Sharding in Spring Boot for Relational DB

Introduction

Our microservice project consisted of various services. One of the service was related to storing data related to user. We used spring boot as our backend and used k8s in GCP. We used mysql db in GCP.

Requirements

As our user base grew our performance was affected and latency went up. As we had a single database and single table many queries and updates returned error due to lock exceptions. Moreover the size of our database grew which further decreased our performance. So a solution was required to handle ever increasing user base.

Solution

Table Sharding

Our hash function was simply mod 10 of user_id:

Our first approach was to create multiple similar tables in a single database and use user_id for sharding key.
We created 10 copies of each table wherever user_id column was present. So two changes were required in code. First to get user_id in request and second to replace the table name in query generated by hibernate.

Regarding first change it was easy to get user_id as we were already getting user_id in our request header.

For second change we extended EmptyInterceptor class of hibernate and overrided onPrepareStatement method which is Called when sql string is being prepared.

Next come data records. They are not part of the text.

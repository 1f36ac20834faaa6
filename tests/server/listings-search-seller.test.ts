import type TestAgent from 'supertest/lib/agent';
import { afterAll, beforeAll, describe, expect, it } from 'vitest';
import type { AppInstance } from '../../server/app';
import { Listing } from '../../server/features/listings/listing.entity';
import { buildSearchSql } from '../../server/features/listings/search-sql';
import { User } from '../../server/features/users/user.entity';
import type { ListingState } from '../../shared/listings/states';
import { listingSearchSchema } from '../../shared/schemas/listing-search';
import { buildUser } from '../support/factories';
import { buildListedListing, buildListing } from '../support/listing-factories';
import { browserLikeAgent, startTestApp } from '../support/test-app';

let app: AppInstance;
let visitor: TestAgent;
let seller: User;
let listed: Listing[];
let hidden: Listing[];
let otherSellersListing: Listing;

/** Ids a seller search answers with, newest first. */
async function sellerIds(query: Record<string, string | number>): Promise<number[]> {
  const res = await visitor.get('/api/listings').query({ sort: 'newest', pageSize: 48, ...query });
  expect(res.status, JSON.stringify(res.body)).toBe(200);
  return (res.body.items as { id: number; seller: { id: number } }[]).map((l) => l.id);
}

beforeAll(async () => {
  app = await startTestApp();
  visitor = await browserLikeAgent(app);
  const ds = app.ctx.dataSource;
  seller = await buildUser(ds, { displayName: 'Maud Crossmember' });
  const neighbour = await buildUser(ds);
  const moderator = await buildUser(ds, { role: 'moderator' });
  const list = (owner: User, title: string, scaleId: 'oo' | 'n' | 'h0') =>
    buildListedListing(app.ctx, owner, moderator, { title, scaleId });
  listed = [
    await list(seller, 'OO goods yard module, one board', 'oo'),
    await list(seller, 'N gauge fiddle yard, two boards', 'n'),
  ];
  otherSellersListing = await list(neighbour, 'H0 branch halt on a light frame', 'h0');
  // The seller's listings in every state a stranger may not see, and one sold (seen on its page, never searched).
  const states: ListingState[] = ['draft', 'awaiting_review', 'sent_back', 'withdrawn', 'sold'];
  hidden = [];
  for (const state of states) {
    const listing = await buildListing(ds, seller, { title: `OO module left ${state.replace('_', ' ')}` });
    await ds.getRepository(Listing).update(listing.id, { state });
    hidden.push(listing);
  }
});
afterAll(() => app.close());

describe('GET /api/listings?seller=', () => {
  it('answers with only that seller’s listed listings, newest first', async () => {
    expect(await sellerIds({ seller: seller.id })).toEqual([listed[1]!.id, listed[0]!.id]);
    expect(await sellerIds({ seller: otherSellersListing.ownerId })).toEqual([otherSellersListing.id]);
  });

  it('never shows the seller’s drafts, listings awaiting review, sent back, withdrawn or sold', async () => {
    const ids = await sellerIds({ seller: seller.id });
    for (const listing of hidden) expect(ids).not.toContain(listing.id);
    const res = await visitor.get('/api/listings').query({ seller: seller.id });
    expect(res.body.total).toBe(2);
  });

  it('combines with the other filters', async () => {
    expect(await sellerIds({ seller: seller.id, scale: 'oo' })).toEqual([listed[0]!.id]);
  });

  it('shows nothing of a suspended seller', async () => {
    const suspended = await buildUser(app.ctx.dataSource);
    const moderator = await buildUser(app.ctx.dataSource, { role: 'moderator' });
    await buildListedListing(app.ctx, suspended, moderator, { title: 'OO engine shed module, one board' });
    await app.ctx.dataSource.getRepository(User).update(suspended.id, { suspendedAt: new Date() });

    expect(await sellerIds({ seller: suspended.id })).toEqual([]);
  });

  it('answers 422 naming the field for a seller that is not a user id', async () => {
    const res = await visitor.get('/api/listings').query({ seller: 'maud' });

    expect(res.status).toBe(422);
    expect(res.body.error).toMatchObject({ code: 'validation_failed', fields: { seller: 'Seller must be a number.' } });
  });

  it('reads one seller’s listings through the owner index, not the whole table', async () => {
    const query = listingSearchSchema.parse({ seller: String(seller.id), sort: 'newest' });
    const plan = buildSearchSql(query, null, null, 'newest');
    const rows = (await app.ctx.dataSource.query(`EXPLAIN ${plan.sql}`, plan.params)) as {
      table: string;
      type: string;
      key: string | null;
    }[];
    const listings = rows.find((r) => r.table === 'l')!;

    expect(listings.key).toBe('ix_listings_owner_state');
    expect(listings.type).toBe('ref');
  });
});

This method has one string parameter which is a sql statement. This sql statement contains table name also. So here based on user_id present in our request header we simply replace the table name with the desired table name.

For example, if we had user_id 77. We took it’s mod 10 which is 7 and replaced table name (user_profile) with user_profile_7 as we had already created 10 copies in our database. Below code is for the class that extended EmptyInterceptor. Important note if you are using spring boot 3 then EmptyInterceptor is deprecated there and you can use StatementInspector interface there and override inspect method and move your logic from onPrepareStatement method to inspect method.

public class DynamicTableNameSharding extends EmptyInterceptor {  
    @Override  
    public String onPrepareStatement(String sql) {  
        // replace table name if sharding enabled  
        if (Boolean.parseBoolean(DatabaseEnvironment.TABLE_SHARDING_ENABLED.label)) {  
            for (String tableName : SHARDED_TABLES) {  
                if(sql.contains(tableName)) {  
                    ServletRequestAttributes attr = (ServletRequestAttributes) RequestContextHolder.getRequestAttributes();  
                    String shardingNumber = getSharding(attr);  
                    sql = sql.replace(tableName, tableName + shardingNumber);  
                    // do not use break here as a query can contain multiple tables so we need to change names of all tables whose sharding is enabled  
                }  
            }  
        }  
        return super.onPrepareStatement(sql);  
    }  
}

In above function SHARDED_TABLES is a list of tables for which sharding is enabled. getSharding method returns a sharding number based on user id passed in header. As we had multiple tables in one single query in case of joins or complex logic, we used for loop to correctly replace all tables present in query.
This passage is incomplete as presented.